Wow! Those are brilliant, makes me wish I played Tyranids now, alot cooler than the normal ones in my opinion. Chapter House have once again, done a excellent job


----------



## Lord of the Night (Nov 18, 2009)

Ah very nice. Now we just need a Doom of Malan'tai skeleton hood and we will be close to having models for all the Tyranids.


----------



## chapterhousestudios (Jun 24, 2009)

Well, we are working on Tervigon, Tyranofex and Spore Pod kits (not to mention the boneswords and lashwhips being done this week).

A Doom conversion kit wouldnt be that hard.


----------



## Death Shroud (Mar 1, 2008)

Very nice heads, they really remind me of the enemy creatures in the first OddWorld game on the playstation.

You could stick them on Kroot bodies and make a pretty good stand in for the aliens from "District 9"


----------



## admiraldick (Sep 9, 2008)

chapterhousestudios said:


> Well, we are working on Tervigon, Tyranofex and Spore Pod kits (not to mention the boneswords and lashwhips being done this week).
> 
> A Doom conversion kit wouldnt be that hard.

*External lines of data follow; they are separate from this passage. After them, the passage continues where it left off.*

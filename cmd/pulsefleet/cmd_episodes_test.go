package main

import (
	"context"
	"encoding/csv"
	"encoding/json"
	"io"
	"net"
	"slices"
	"strings"
	"testing"
	"time"

	"google.golang.org/grpc"
	"google.golang.org/grpc/credentials/insecure"

	"github.com/pulsefleet/pulsefleet/internal/caution"
	pb "github.com/pulsefleet/pulsefleet/proto/pulsefleet/v1"
)

// startEpisodeGateway runs a real gateway (adult-ward-pilot: spo2_low at
// 90 % after 15 s; desaturation, a 3 % drop, after 10 s) and streams each
// device 1 s summaries: 96 %, then 30 s at 85 % (one announced spo2_low and
// one desaturation episode), then 10 s at 96 % (both end).
func startEpisodeGateway(t *testing.T, devices ...string) string {
	t.Helper()
	return startEpisodeGatewayRG(t, devices...).GRPCAddr
}

// startEpisodeGatewayRG is startEpisodeGateway returning the running gateway.
func startEpisodeGatewayRG(t *testing.T, devices ...string) *runningGateway {
	t.Helper()
	c := defaultServeConfig()
	c.Data, c.GRPCListen, c.HTTPListen, c.LogLevel, c.BatchDelay = t.TempDir(), "127.0.0.1:0", "127.0.0.1:0", "error", 5*time.Millisecond
	c.DeviceTimeRate = 1e6
	rg, stop, err := startGateway(context.Background(), c, io.Discard)
	if err != nil {
		t.Fatal(err)
	}
	t.Cleanup(func() {
		if err := stop(); err != nil {
			t.Errorf("stop: %v", err)
		}
	})
	conn, err := grpc.NewClient(rg.GRPCAddr, grpc.WithTransportCredentials(insecure.NewCredentials()))
	if err != nil {
		t.Fatal(err)
	}
	defer conn.Close()
	base := time.Now().Add(-10 * time.Minute).Truncate(time.Second).UnixMilli()
	for _, id := range devices {
		streamSummaries(t, conn, id, base, func(s uint64) float64 {
			if s >= 2 && s <= 31 {
				return 85
			}
			return 96
		}, 41)
	}
	return rg
}

// streamSummaries sends n 1 s summaries with spo2(seq) and waits for the ack of the last.
func streamSummaries(t *testing.T, conn *grpc.ClientConn, id string, baseMS int64, spo2 func(uint64) float64, n uint64) {
	t.Helper()
	ctx, cancel := context.WithCancel(context.Background())
	defer cancel()
	st, err := pb.NewIngestServiceClient(conn).Connect(ctx)
	if err != nil {
		t.Fatal(err)
	}
	send := func(m *pb.ConnectRequest) {
		if err := st.Send(m); err != nil {
			t.Fatal(err)
		}
	}
	send(&pb.ConnectRequest{Kind: &pb.ConnectRequest_Introduction{Introduction: &pb.Introduction{DeviceId: id, Mode: pb.Mode_MODE_SUMMARY}}})
	for s := uint64(1); s <= n; s++ {
		v, q, pulse := spo2(s), 0.9, 70.0
		send(&pb.ConnectRequest{Kind: &pb.ConnectRequest_Summary{Summary: &pb.Summary{Sequence: s, DeviceTimeUnixMs: baseMS + int64(s)*1000,
			Spo2Pct: &v, PulseBpm: &pulse, Quality: &q}}})
	}
	for {
		m, err := st.Recv()
		if err != nil {
			t.Fatal(err)
		}
		if m.GetAck().GetThroughSequence() >= n {
			break
		}
	}
	_ = st.CloseSend()
}

// downAddr is a loopback address nothing listens on.
func downAddr(t *testing.T) string {
	l, err := net.Listen("tcp", "127.0.0.1:0")
	if err != nil {
		t.Fatal(err)
	}
	a := l.Addr().String()
	l.Close()
	return a
}

func readEpisodesCSV(t *testing.T, out string) []map[string]string {
	t.Helper()
	rows, err := csv.NewReader(strings.NewReader(afterCaution(t, "episodes CSV", out))).ReadAll()
	if err != nil {
		t.Fatal(err)
	}
	if strings.Join(rows[0], ",") != strings.Join(episodeColumns, ",") {
		t.Fatalf("header %q, want %q", rows[0], episodeColumns)
	}
	var out2 []map[string]string
	for _, r := range rows[1:] {
		m := map[string]string{}
		for i, c := range rows[0] {
			m[c] = r[i]
		}
		out2 = append(out2, m)
	}
	return out2
}

// The review round trip on the command line, against running gateways:
// episodes of two gateways are merged; review records a label (and a
// change keeps the first as revision 1); the CSV export and the reviews
// export read it back; the audit log names it; a gateway that is down is
// named and makes the command exit 3 while the others' episodes are listed.
func TestEpisodesAndReviewCommands(t *testing.T) {
	a := startEpisodeGateway(t, "ward-a-01")
	b := startEpisodeGateway(t, "home-b-01", "home-b-02")

	code, out, errOut := runCmd("episodes", "--gateway", a+","+b, "--format", "csv")
	if code != 0 {
		t.Fatalf("exit %d: %s", code, errOut)
	}
	rows := readEpisodesCSV(t, out)
	if len(rows) != 6 {
		t.Fatalf("%d episodes, want 6 (spo2_low and desaturation per device):\n%s", len(rows), out)
	}
	var target map[string]string
	for _, r := range rows {
		if r["condition"] == "desaturation" {
			continue
		}
		// Onset at the first 85 % sample, announced 15 s later, ended at the first 96 % again (hysteresis 2: clears at 92).
		if r["condition"] != "spo2_low" || r["min_spo2_pct"] != "85.0" || r["ended"] == "" || r["review"] != "" {
			t.Errorf("episode row %v, want an ended, unreviewed spo2_low with minimum 85.0", r)
		}
		on, _ := time.Parse(time.RFC3339, r["onset"])
		an, _ := time.Parse(time.RFC3339, r["announced"])
		if d := an.Sub(on); d < 15*time.Second || d > 16*time.Second {
			t.Errorf("%s announced %v after onset, want the profile's 15 s delay", r["device"], d)
		}
		if r["device"] == "home-b-02" {
			target = r
		}
	}
	if target["gateway"] != b {
		t.Fatalf("home-b-02's episode listed under gateway %q, want %s", target["gateway"], b)
	}

	code, out, errOut = runCmd("review", "--gateway", b, "--episode", target["episode_id"], "--label", "artefact", "--note", "probe off the finger")
	if code != 0 || !strings.Contains(out, "reviewed artefact") || !strings.Contains(out, "revision 1") {
		t.Fatalf("review: exit %d, %q %q", code, out, errOut)
	}
	code, out, _ = runCmd("review", "--gateway", b, "--episode", target["episode_id"], "--label", "actionable")
	if code != 0 || !strings.Contains(out, "revision 2") {
		t.Fatalf("changed review: exit %d, %q", code, out)
	}
	code, _, errOut = runCmd("review", "--gateway", b, "--episode", target["episode_id"], "--label", "false-alarm")
	if code != 2 || !strings.Contains(errOut, `--label: "false-alarm", want one of actionable, not-actionable, artefact, unsure`) {
		t.Errorf("bad label: exit %d, %q; want 2 naming the flag and the labels", code, errOut)
	}
	code, _, errOut = runCmd("review", "--gateway", b, "--episode", "9999", "--label", "unsure")
	if code != 1 || !strings.Contains(errOut, "episode_id: 9999 is not stored") {
		t.Errorf("unknown episode: exit %d, %q", code, errOut)
	}

	_, out, _ = runCmd("episodes", "--gateway", a+","+b, "--device", "home-b-02", "--format", "csv")
	rows = readEpisodesCSV(t, out)
	rows = slices.DeleteFunc(rows, func(r map[string]string) bool { return r["condition"] != "spo2_low" })
	if len(rows) != 1 || rows[0]["review"] != "actionable" || rows[0]["review_revision"] != "2" || rows[0]["reviewer"] == "" || rows[0]["reviewed"] == "" {
		t.Errorf("episode after review: %v, want actionable, revision 2, with reviewer and time", rows)
	}
	_, out, _ = runCmd("reviews", "--gateway", b)
	hist, err := csv.NewReader(strings.NewReader(afterCaution(t, "reviews CSV", out))).ReadAll()
	if err != nil || len(hist) != 3 || hist[1][3] != "artefact" || hist[1][6] != "probe off the finger" || hist[2][3] != "actionable" || hist[2][2] != "2" {
		t.Errorf("reviews export (%v):\n%s\nwant the artefact revision with its note, then actionable", err, out)
	}
	_, out, _ = runCmd("audit", "--gateway", b, "--action", "episode.review")
	if n := strings.Count(out, "episode.review"); n != 2 || !strings.Contains(out, "artefact; note: probe off the finger") {
		t.Errorf("audit lists %d episode.review entries, want 2 with label and note:\n%s", n, out)
	}

	// A gateway that is down: the others are listed, it is named, exit 3
	// (exitIncomplete).
	down := downAddr(t)
	code, out, errOut = runCmd("episodes", "--gateway", a+","+down+","+b, "--format", "json")
	if code != exitIncomplete || !strings.Contains(errOut, "1 of 3 gateways could not be read") || !strings.Contains(errOut, "gateway "+down) {
		t.Errorf("with a gateway down: exit %d, stderr %q; want %d naming %s", code, errOut, exitIncomplete, down)
	}
	var doc struct {
		Caution    string            `json:"caution"`
		Episodes   []json.RawMessage `json:"episodes"`
		Unreadable []string          `json:"unreadable_gateways"`
	}
	if err := json.Unmarshal([]byte(out), &doc); err != nil {
		t.Fatal(err)
	}
	if doc.Caution != caution.Text || len(doc.Episodes) != 6 || len(doc.Unreadable) != 1 || doc.Unreadable[0] != down {
		t.Errorf("json with a gateway down: %d episodes, unreadable %v, caution %q; want 6, [%s], the caution", len(doc.Episodes), doc.Unreadable, doc.Caution, down)
	}
	code, out, _ = runCmd("episodes", "--gateway", a+","+b)
	if code != 0 || !strings.Contains(out, "GATEWAY") || !strings.Contains(out, "actionable (rev 2)") || !strings.Contains(out, "SpO2 low") {
		t.Errorf("table: exit %d:\n%s", code, out)
	}
}
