package main

import (
	"context"
	"fmt"
	"io"
	"sort"
	"strings"
	"time"

	pb "github.com/pulsefleet/pulsefleet/proto/pulsefleet/v1"
)

func init() {
	register(command{
		name:    "devices",
		summary: "List the devices of one or more running gateways with their live status.",
		run:     runDevices,
	})
}

func runDevices(ctx context.Context, args []string, s stdio) error {
	var cf clientFlags
	fs := newFlagSet("devices", "--gateway ADDR[,ADDR...] [--format table|json]", s.err)
	cf.register(fs)
	format := fs.String("format", "table", "output: table or json")
	if err := parseFlags(fs, args); err != nil {
		return err
	}
	if *format != "table" && *format != "json" {
		return usagef("--format: %q, want table or json", *format)
	}
	addrs, err := cf.addrs()
	if err != nil {
		return err
	}
	devs, err := listDevices(ctx, &cf, addrs)
	if err != nil {
		return err
	}
	if *format == "json" {
		return writeProtoJSON(s.out, devs)
	}
	return writeDevicesTable(s.out, devs, time.Now())
}

// listDevices asks every gateway and merges; a device reported by several
// (during a reshard) is kept from the one where it is connected, else the
// most recently seen.
func listDevices(ctx context.Context, cf *clientFlags, addrs []string) ([]*pb.Device, error) {
	byID := map[string]*pb.Device{}
	for _, a := range addrs {
		conn, err := cf.dial(a)
		if err != nil {
			return nil, err
		}
		cctx, cancel := context.WithTimeout(cf.ctx(ctx), 15*time.Second)
		resp, err := pb.NewFleetServiceClient(conn).ListDevices(cctx, &pb.ListDevicesRequest{})
		cancel()
		conn.Close()
		if err != nil {
			return nil, fmt.Errorf("gateway %s: %w", a, err)
		}
		for _, d := range resp.GetDevices() {
			old, ok := byID[d.GetDeviceId()]
			if !ok || (d.GetConnected() && !old.GetConnected()) || (d.GetConnected() == old.GetConnected() && d.GetLastSeenUnixMs() > old.GetLastSeenUnixMs()) {
				byID[d.GetDeviceId()] = d
			}
		}
	}
	out := make([]*pb.Device, 0, len(byID))
	for _, d := range byID {
		out = append(out, d)
	}
	sort.Slice(out, func(i, j int) bool { return out[i].GetDeviceId() < out[j].GetDeviceId() })
	return out, nil
}

func fmtOpt(v *float64, prec int) string {
	if v == nil {
		return "-"
	}
	return fmt.Sprintf("%.*f", prec, *v)
}

func writeDevicesTable(w io.Writer, devs []*pb.Device, now time.Time) error {
	t := newTable(w, 0, "DEVICE", "STATE", "MODE", "LAST SEEN", "SpO2 %", "PULSE /min", "PI %", "SQI", "ALARM", "CONDITIONS", "LABELS")
	for _, d := range devs {
		state := "offline"
		if d.GetConnected() {
			state = "connected"
		}
		seen := "never"
		if ms := d.GetLastSeenUnixMs(); ms > 0 {
			seen = now.Sub(time.UnixMilli(ms)).Round(time.Second).String() + " ago"
		}
		l := d.GetLatest()
		if l == nil {
			l = &pb.TrendPoint{}
		}
		alarm := strings.TrimPrefix(strings.ToLower(d.GetAlarmPriority().String()), "priority_")
		if alarm == "unspecified" {
			alarm = "-"
		}
		var labels []string
		for k, v := range d.GetLabels() {
			labels = append(labels, k+"="+v)
		}
		sort.Strings(labels)
		mode := strings.TrimPrefix(strings.ToLower(d.GetMode().String()), "mode_")
		t.row(d.GetDeviceId(), state, mode, seen,
			fmtOpt(l.Spo2Pct, 1), fmtOpt(l.PulseBpm, 0), fmtOpt(l.PiPct, 2), fmtOpt(l.Sqi, 2), alarm,
			strings.Join(d.GetActiveConditions(), ","), strings.Join(labels, " "))
	}
	return t.flush()
}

cool. glad to hear it. the more miniature options the merrier as far as i'm concerned. as i understand it the Tervigon and Tyranofex have already got miniatures but they are as of yet unreleased and will possibly make some kind of '2nd wave' or more realistically accompany another generic release (or slow month). but to have more options and something in the interim is very good indeed.


----------